Object-based Dependencies¶
The principle of object-based dependencies simplifies dependency management through physical objects instead of physical jobs that load or transform our objects. Managing spider webs of dependencies is time-consuming and often confusing. Controlling the timing of data loads, file lands, and more can at times be some of the most time-consuming work.
The Scenario¶
Let's imagine we have six jobs that load data into our data warehouse. The table below describes each job in our data warehouse:
| Job | Source | Target |
|---|---|---|
| load customer.csv to staging.customer | customer.csv | staging.customer |
| load account.csv to staging.account | account.csv | staging.account |
| load sales.csv to staging.sales | sales.csv | staging.sales |
| load staging.customer to dim.customer | staging.customer | dim.customer |
| load staging.account to dim.account | staging.account | dim.account |
| load fact.sales | staging.customer | fact.sales |
| staging.sales | fact.sales |
From what we can see in the above table, we have three layers of the data warehouse to load. We can easily group these jobs to form three batches.

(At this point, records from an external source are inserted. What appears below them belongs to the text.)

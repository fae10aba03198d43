"""The benchmark and study scripts still run (``--quick``); the Gram benchmark's paths agree.

The speed figures themselves are not asserted (machines are shared and noisy); what is
checked is that each script prints its JSON, that the Gram and the per-pair
inversion-test path give the same kernel entries, and that every ratio is a positive
number.
"""

from __future__ import annotations

import json
import math
import os
import subprocess
import sys
from pathlib import Path

import numpy as np
import pytest

ROOT = Path(__file__).resolve().parents[1]


def _run(script, *extra):
    env = {**os.environ, "MPLBACKEND": "Agg"}
    done = subprocess.run([sys.executable, str(ROOT / "experiments" / script), "--quick",
                           *map(str, extra)],
                          capture_output=True, text=True, timeout=600, env=env, check=False)
    assert done.returncode == 0, done.stderr[-2000:]
    return done.stdout


def test_gram_benchmark_runs_and_its_paths_agree():
    report = json.loads(_run("bench_gram.py"))
    assert report["per_pair"]["max_abs_diff_gram_vs_per_pair"] < 1e-5
    for ratio in (report["layered"]["ratio_total_over_baseline"],
                  report["per_pair"]["speedup"],
                  report["per_pair"]["speedup_vs_one_call_per_pair"],
                  report["product"]["ratio_total_over_rbf"]):
        assert math.isfinite(ratio) and ratio > 0


def test_training_benchmark_runs():
    report = json.loads(_run("bench_training.py"))
    assert report["ratio_optimizer_step_to_forward"] > 0
    assert report["minibatch_steps_per_s"] > 0
    assert set(report["step_parts"]) == {
        "circuit_forward_s", "circuit_forward_and_reverse_s", "circuit_forward_unchunked_s",
        "circuit_forward_and_reverse_unchunked_s", "host_overlap_herk_s",
        "backward_three_real_products_s", "reference_host_cgemm_s", "one_real_product_s"}
    # --quick products are too small for their relative cost to mean anything (and a loaded
    # machine moves these timing ratios below 1): only sanity
    assert report["ratio_floor_if_circuit_cost_nothing"] > 0
    assert report["ratio_if_only_products_and_circuit"] > 0
    assert report["backward_in_real_products"] > 0 and report["herk_in_real_products"] > 0


def test_scaling_and_accuracy_studies_run_and_write_their_results(tmp_path):
    _run("scaling_study.py", "--out", tmp_path)
    scaling = json.loads((tmp_path / "scaling.json").read_text())
    assert (tmp_path / "scaling.md").read_text().startswith("# Scaling")
    assert all(row["seconds"] > 0 for row in scaling["by_samples"] + scaling["by_qubits"])
    # Nystroem with fewer landmarks than samples is an approximation: error in (0, 1)
    assert all(0 < row["relative_frobenius_error"] < 1 for row in scaling["nystroem"])
    _run("accuracy_vs_qubits.py", "--out", tmp_path)
    accuracy = json.loads((tmp_path / "accuracy_vs_qubits.json").read_text())
    assert {"quantum_untrained", "quantum_trained", "rbf_svm", "linear_svm"} <= set(accuracy)
    assert (tmp_path / "scaling_vs_samples.png").stat().st_size > 0
    assert (tmp_path / "accuracy_vs_qubits.png").stat().st_size > 0


def test_accuracy_study_runs_resumes_and_replays_the_selection(tmp_path):
    out = _run("accuracy_study.py", "--out", tmp_path)
    raw = json.loads((tmp_path / "accuracy_study.json").read_text())
    assert len(raw["entries"]) == 2 and "Rule (stated after" in out
    for entry in raw["entries"]:
        names = [c["name"] for c in entry["candidates"]]
        assert names[0] == "untrained" and entry["chosen"] in names
        assert all(0 <= c["test_accuracy"] <= 1 for c in entry["candidates"])
    table = (tmp_path / "accuracy_study.md").read_text()
    # the post-hoc replay of the full set reproduces learn_and_select's own choice
    assert "in every run: yes" in table and "(invented)" in table
    assert "says anything about quantum hardware" in table
    assert (tmp_path / "accuracy_study.png").stat().st_size > 0
    again = _run("accuracy_study.py", "--out", tmp_path)  # resume: nothing left to compute
    assert " seed " not in again
    assert json.loads((tmp_path / "accuracy_study.json").read_text())["entries"] == \
        raw["entries"]


def test_fit_benchmark_runs_and_reports_every_stage(tmp_path):
    report = json.loads(_run("bench_fit.py", "--repeats", 1, "--out", tmp_path / "fit.json"))
    assert json.loads((tmp_path / "fit.json").read_text()) == report
    for key in ("cold_s", "warm_workers2_s", "warm_workers1_s"):
        assert {"total", "splits", "diagnostics", "artifacts"} <= set(report[key])
        # the stages are parts of the whole process's wall time
        assert sum(v for k, v in report[key].items() if k in (
            "splits", "diagnostics", "hardware", "artifacts")) < report[key]["total"]
    for ratio in ("ratio_warm_to_cold", "ratio_workers2_to_workers1",
                  "ratio_fit_to_one_training"):
        assert math.isfinite(report[ratio]) and report[ratio] > 0


def _rule_check_module():
    import importlib.util

    spec = importlib.util.spec_from_file_location("rule_check",
                                                  ROOT / "experiments" / "rule_check.py")
    module = importlib.util.module_from_spec(spec)
    spec.loader.exec_module(module)
    return module


@pytest.mark.parametrize("round_, proposed", [(2, "paired"), (3, "one_objective")])
def test_rule_check_runs_and_states_its_decision(tmp_path, round_, proposed):
    out = _run("rule_check.py", "--round", round_, "--out", tmp_path)
    raw = json.loads((tmp_path / f"rule_check_round{round_}.json").read_text())
    assert len(raw["entries"]) == 1 and f"adopt {proposed}:" in out
    table = (tmp_path / f"rule_check_round{round_}.md").read_text()
    assert "## Decision" in table and "says nothing about hardware" in table
    # the replayed one-standard-error choice is the one learn_and_select recorded
    module = _rule_check_module()
    entry = raw["entries"][0]
    assert module.choose(entry["candidates"], "one_standard_error")["name"] == entry["chosen"]


def test_rule_check_round_one_replays_to_its_committed_table(tmp_path):
    # the committed raw results of round 1, replayed by today's rules, give the committed
    # table (a change of a rule's code would show here)
    results = ROOT / "experiments" / "results"
    (tmp_path / "rule_check.json").write_text((results / "rule_check.json").read_text())
    done = subprocess.run([sys.executable, str(ROOT / "experiments" / "rule_check.py"),
                           "--round", "1", "--analyse-only", "--out", str(tmp_path)],
                          capture_output=True, text=True, timeout=300, check=False)
    assert done.returncode == 0, done.stderr[-2000:]
    assert "adopt best_or_untrained: False" in done.stdout
    assert (tmp_path / "rule_check.md").read_text() == (results / "rule_check.md").read_text()


def test_readme_pooled_figures_are_those_of_the_committed_results():
    # the README's table of rules over every evaluation is copied by hand: recompute it
    # from the committed raw results so that a rerun or an edit cannot leave it stale
    module = _rule_check_module()
    table = module.pooled(ROOT / "experiments" / "results")
    readme = (ROOT / "README.md").read_text()
    assert f"{len(table)} datasets" in readme
    assert f"{sum(r['seeds'] for r in table.values())} splits in all" in readme
    for rule, label in (("paired", "`paired` (default)"),
                        ("one_standard_error", "`one_standard_error` (default before)"),
                        ("best", "`best` (no guard)")):
        gains = [r[rule] for r in table.values()]
        gaps = [r["rbf_svm"] - r["untrained"] - r[rule] for r in table.values()]
        row = (f"| {label} | {100 * min(gains):+.1f} | {100 * float(np.mean(gains)):+.1f} | "
               f"{sum(g >= 0.01 - 1e-9 for g in gains)} of {len(table)} | "
               f"{sum(g < -0.005 - 1e-9 for g in gains)} | "
               f"{100 * float(np.median(gaps)):.1f} pt |")
        assert row in readme, row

These three batches would then be orchestrated within an orchestration tool such as Apache Airflow or Control-M whereby Load Files would run first, followed by Load Dimensions, and then finally Load Fact.
The Problems¶
Two central problems present themselves with the above scenario, the first is around failures or non-starts, and the second is related to the maintenance effort relating to orchestration.
Failures or Non-Starts¶
Imagine our batches run, but the job load staging.account to dim.account fails during execution. Because our orchestration is sequential and based on the Load Dimensions batch, Load Fact is never executed even though the target fact.sales is not dependant on the dim.account object.
This same scenario can occur if one of the files say customer.csv never arrives and the job load customer.csv to staging.customer fails. The remaining batches and jobs are never executed, even though some of them could without any impact on the data warehouse.
Maintenance¶
Maintenance tasks are time-consuming and tedious. Ensuring correct orchestration of batches and jobs can be very dull and can lead to large spider webs that are hard to read and even harder to maintain.
The Solution¶
Echelon resolves the above problems by orchestrating jobs based on their source and target object dependencies instead of logical grouping (batches).

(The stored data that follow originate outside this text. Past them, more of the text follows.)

"""Tests of hilbertune.data: CSV loading and its errors, bundled data, the invented demo,
label codes, and the train-only split + preprocessing (checked against scikit-learn)."""

import hashlib
import math

import numpy as np
import pytest
from sklearn import datasets
from sklearn.decomposition import PCA
from sklearn.model_selection import train_test_split
from sklearn.preprocessing import MinMaxScaler, StandardScaler

from hilbertune.data import (ANGLE_RANGE, Preprocessing, decode_labels, encode_labels,
                             invented_demo, load_bundled, load_csv, split_and_scale)
from hilbertune.errors import InvalidInputError


def write(tmp_path, text, name="data.csv", mode="w"):
    path = tmp_path / name
    if mode == "wb":
        path.write_bytes(text)
    else:
        path.write_text(text, encoding="utf-8")
    return path


# --------------------------------------------------------------------------- load_csv

def test_load_csv_reads_features_string_labels_and_file_digest(tmp_path):
    text = "a,b,label\n1.5,2,cat\n-3,4e-1,dog\n0,7,cat\n"
    path = write(tmp_path, text)
    data = load_csv(path, "label")
    np.testing.assert_array_equal(data.X, [[1.5, 2.0], [-3.0, 0.4], [0.0, 7.0]])
    assert data.y.tolist() == ["cat", "dog", "cat"]
    assert data.feature_names == ("a", "b") and data.target_name == "label"
    # digest of the raw bytes, as hashlib computes it
    assert data.sha256 == hashlib.sha256(text.encode("utf-8")).hexdigest()
    assert data.invented is False and data.n_dropped == 0


def test_load_csv_target_in_the_middle_integer_labels_and_semicolons(tmp_path):
    path = write(tmp_path, "x;y;z\n1;0;2\n3;1.0;4\n5;1;6\n")
    data = load_csv(path, "y")
    np.testing.assert_array_equal(data.X, [[1, 2], [3, 4], [5, 6]])
    assert data.y.dtype.kind == "i" and data.y.tolist() == [0, 1, 1]
    assert data.feature_names == ("x", "z")


@pytest.mark.parametrize("content, target, expected", [
    (None, "label", "does not exist"),
    ("", "label", "empty"),
    ("   \n\n", "label", "empty"),
    (b"PK\x03\x04\x00\x00binary", "label", "binary"),
    ("1,2,3\n4,5,6\n", "3", "add a header row"),
    ("a,a,label\n1,2,x\n3,4,y\n", "label", "duplicate column"),
    ("alpha,beta,label\n1,2,x\n3,4,y\n", "lable", "did you mean 'label'"),
    ("alpha,beta,label\n1,2,x\n3,4,y\n", "target", "available columns: alpha, beta, label"),
    ("a,b,label\n1,2,x\n3,4,x\n", "label", "only one class"),
    ("a,b,label\n1,2,x\n3,red,y\n", "label", "column 'b' is not numeric (line 3 has 'red')"),
    ("a,b,label\n1,,x\n3,4,y\n5,6,x\n", "label", "--drop-missing"),
    ("a,b,label\n1,NaN,x\n3,4,y\n", "label", "column(s) ['b'] at line 2"),
    ("a,b,label\n1,inf,x\n3,4,y\n", "label", "infinite values"),
    ("a,b,label\n1,2,\n3,4,y\n5,6,x\n", "label", "empty or NaN label"),
    ("a,b,label\n1,2,x\n3,4\n", "label", "line 3 has 2 cells"),
    ("label\nx\ny\n", "label", "at least one feature column"),
    ("a,b,label\n", "label", "no data rows"),
])
def test_load_csv_rejects_bad_files_with_one_line_messages(tmp_path, content, target,
                                                           expected):
    if content is None:
        path = tmp_path / "missing.csv"
    elif isinstance(content, bytes):
        path = write(tmp_path, content, mode="wb")
    else:
        path = write(tmp_path, content)
    with pytest.raises(InvalidInputError) as error:
        load_csv(path, target)
    message = str(error.value)
    assert expected in message
    assert "\n" not in message


def test_load_csv_drop_missing_removes_rows_with_missing_features_or_labels(tmp_path):
    path = write(tmp_path, "a,b,label\n1,2,x\n,4,y\n5,6,\n7,8,y\n9,?,x\n10,11,x\n")
    data = load_csv(path, "label", drop_missing=True)
    np.testing.assert_array_equal(data.X, [[1, 2], [7, 8], [10, 11]])
    assert data.y.tolist() == ["x", "y", "x"] and data.n_dropped == 3


# --------------------------------------------------------------------------- bundled + demo

def test_load_bundled_matches_scikit_learn():
    # reference: sklearn.datasets.load_wine and make_circles with the same arguments
    wine = load_bundled("wine")
    reference = datasets.load_wine()
    np.testing.assert_array_equal(wine.X, reference.data)
    np.testing.assert_array_equal(wine.y, reference.target)
    assert wine.feature_names == tuple(reference.feature_names) and not wine.invented
    circles = load_bundled("circles", seed=3, n_samples=50, noise=0.05)
    X, y = datasets.make_circles(n_samples=50, noise=0.05, factor=0.5, random_state=3)
    np.testing.assert_array_equal(circles.X, X)
    np.testing.assert_array_equal(circles.y, y)


def test_load_bundled_unknown_name_suggests_the_closest():
    with pytest.raises(InvalidInputError, match="did you mean 'iris'"):
        load_bundled("irs")


def test_invented_demo_is_deterministic_by_seed_and_labelled_invented():
    a, b, c = invented_demo(120, seed=5), invented_demo(120, seed=5), invented_demo(120, 6)
    np.testing.assert_array_equal(a.X, b.X)
    np.testing.assert_array_equal(a.y, b.y)
    assert a.sha256 == b.sha256 and a.sha256 != c.sha256
    assert not np.array_equal(a.X, c.X)
    assert a.invented and "INVENTED" in a.source
    assert a.X.shape == (120, 4) and set(a.y.tolist()) == {"healthy", "outbreak"}
    # neither class is rare (the rule splits the square roughly in half)
    assert 0.3 < np.mean(a.y == "outbreak") < 0.7


def test_invented_demo_needs_a_real_kernel_not_a_linear_one():
    # the invented boundary is nonlinear: a linear SVM stays far below an RBF SVM
    # (reference: scikit-learn SVC; trade fact, common practice for XOR-like classes)
    from sklearn.svm import SVC

    data = invented_demo(240, seed=0)
    split = split_and_scale(data.X, data.y, test_fraction=0.25, seed=0)
    linear = SVC(kernel="linear", C=1.0).fit(split.X_train, split.y_train)
    rbf = SVC(kernel="rbf", C=10.0, gamma=1.0).fit(split.X_train, split.y_train)
    assert rbf.score(split.X_test, split.y_test) > linear.score(split.X_test,
                                                                split.y_test) + 0.1


# --------------------------------------------------------------------------- labels

def test_encode_labels_agrees_with_numpy_unique_and_round_trips():
    y = np.array(["b", "a", "c", "a"])
    codes, classes = encode_labels(y)
    reference_classes, reference_codes = np.unique(y, return_inverse=True)  # numpy reference
    np.testing.assert_array_equal(classes, reference_classes)
    np.testing.assert_array_equal(codes, reference_codes)
    np.testing.assert_array_equal(decode_labels(codes, classes), y)
    with pytest.raises(InvalidInputError):
        decode_labels([3], classes)


# --------------------------------------------------------------------------- split + scale

def _toy(n=40, f=3, seed=0):
    rng = np.random.default_rng(seed)
    X = rng.normal(size=(n, f)) * np.array([1.0, 100.0, 0.01])[:f]
    y = np.array(["p", "q"])[rng.integers(0, 2, n)]
    y[:2] = ["p", "q"]
    return X, y


def test_split_is_the_stratified_scikit_learn_split():
    X, y = _toy()
    split = split_and_scale(X, y, test_fraction=0.25, seed=7)
    # reference: sklearn.model_selection.train_test_split with the same seed and stratify
    train, test = train_test_split(np.arange(len(y)), test_size=0.25, random_state=7,
                                   stratify=y)
    np.testing.assert_array_equal(split.train_indices, train)
    np.testing.assert_array_equal(split.test_indices, test)
    np.testing.assert_array_equal(split.y_train, y[train])


def test_scaler_is_fit_on_train_rows_only():
    X, y = _toy()
    split = split_and_scale(X, y, test_fraction=0.25, seed=1, clip=False)
    # reference: sklearn MinMaxScaler fitted on the train rows alone
    reference = MinMaxScaler(feature_range=ANGLE_RANGE).fit(X[split.train_indices])
    np.testing.assert_allclose(split.X_train, reference.transform(X[split.train_indices]),
                               atol=1e-12)
    np.testing.assert_allclose(split.X_test, reference.transform(X[split.test_indices]),
                               atol=1e-12)
    assert split.X_train.min() == pytest.approx(0.0) and split.X_train.max() == \
        pytest.approx(math.pi)

    # an outlier in a TEST row must change nothing that was fitted
    X_outlier = X.copy()
    X_outlier[split.test_indices[0]] = 1e6
    leaked = split_and_scale(X_outlier, y, test_fraction=0.25, seed=1, clip=False)
    for a, b in zip(split.preprocessing.to_arrays().values(),
                    leaked.preprocessing.to_arrays().values()):
        np.testing.assert_array_equal(a, b)
    np.testing.assert_array_equal(split.X_train, leaked.X_train)


def test_test_values_outside_the_training_range_are_clipped_by_default():
    X, y = _toy()
    X_outlier = X.copy()
    split0 = split_and_scale(X, y, seed=2)
    X_outlier[split0.test_indices[0]] = 1e6
    X_outlier[split0.test_indices[1]] = -1e6
    split = split_and_scale(X_outlier, y, seed=2)
    assert split.X_test.min() >= 0.0 and split.X_test.max() <= math.pi
    np.testing.assert_allclose(split.X_test[0], math.pi)
    np.testing.assert_allclose(split.X_test[1], 0.0)


def test_pca_path_equals_standardize_pca_minmax_fit_on_train():
    X, y = _toy(n=60, f=3, seed=4)
    split = split_and_scale(X, y, test_fraction=0.3, seed=4, n_components=2, reduce="pca",
                            clip=False)
    assert split.preprocessing.reduce == "pca" and split.X_train.shape[1] == 2
    # reference: StandardScaler -> PCA(svd_solver="full") -> MinMaxScaler, all fitted on train
    train = X[split.train_indices]
    standard = StandardScaler().fit(train)
    pca = PCA(n_components=2, svd_solver="full").fit(standard.transform(train))
    minmax = MinMaxScaler(ANGLE_RANGE).fit(pca.transform(standard.transform(train)))

    def reference(rows):
        return minmax.transform(pca.transform(standard.transform(rows)))

    np.testing.assert_allclose(split.X_train, reference(train), atol=1e-10)
    np.testing.assert_allclose(split.X_test, reference(X[split.test_indices]), atol=1e-10)


def test_first_columns_reduction_and_no_padding():
    X, y = _toy(f=3)
    first = split_and_scale(X, y, seed=0, n_components=2, reduce="first", clip=False)
    reference = MinMaxScaler(ANGLE_RANGE).fit(X[first.train_indices, :2])
    np.testing.assert_allclose(first.X_test, reference.transform(X[first.test_indices, :2]),
                               atol=1e-12)
    # more components than features keeps every feature
    assert split_and_scale(X, y, seed=0, n_components=8).X_train.shape[1] == 3


def test_preprocessing_survives_npz_without_pickle(tmp_path):
    X, y = _toy(n=50)
    split = split_and_scale(X, y, seed=3, n_components=2)
    np.savez(tmp_path / "params.npz", **split.preprocessing.to_arrays())
    with np.load(tmp_path / "params.npz", allow_pickle=False) as stored:
        restored = Preprocessing.from_arrays(stored)
    np.testing.assert_array_equal(restored.transform(X[split.test_indices]), split.X_test)
    assert restored.reduce == "pca" and restored.clip is True
    with pytest.raises(InvalidInputError, match="feature columns"):
        restored.transform(X[:, :2])


@pytest.mark.parametrize("kwargs, expected", [
    ({"test_fraction": 0.0}, "strictly between 0 and 1"),
    ({"test_fraction": 1.5}, "strictly between 0 and 1"),
    ({"reduce": "svd", "n_components": 1}, "'pca' or 'first'"),
    ({"n_components": 0}, "positive integer"),
    ({"feature_range": (1.0, 1.0)}, "low < high"),
])
def test_split_rejects_bad_options(kwargs, expected):
    X, y = _toy()
    with pytest.raises(InvalidInputError, match=expected):
        split_and_scale(X, y, **kwargs)


def test_split_rejects_single_sample_classes_and_non_finite_rows():
    X, y = _toy()
    y = y.copy()
    y[5] = "lonely"
    with pytest.raises(InvalidInputError, match="single sample"):
        split_and_scale(X, y)
    X, y = _toy()
    X[3, 1] = np.nan
    with pytest.raises(InvalidInputError, match="rows \\[3\\]"):
        split_and_scale(X, y)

Users no longer need to maintain orchestrations between jobs as these will now be specified within Echelon itself. To make this work, we need to implement the following:
-
Each job should be related to at least one source and one target entity via the
job_entity_reltable. -
Each job entity relationship should be classified as either required or not required using the
requiredfield in thejob_entity_reltable. This specifies whether the source entity is necessary to have updated data for the job to run. -
Each job should have its dependency logic set to either
andororvia thedependency_logicfield in thejobtable. This specifies whether either all or one of the required source entities needs to have updated data for the job to run.
Based on the above solution, Echelon will be able to return the jobs that can be executed at any point in time. metacli read:job:run command has been introduced to provide a list of jobs that can be executed.
Relating to the above, our automatic orchestration will now look like the below:
And in case of a failure similar to the one demonstrated above, the remaining unaffected jobs can continue to execute, ensuring as much data is delivered to the business user as possible.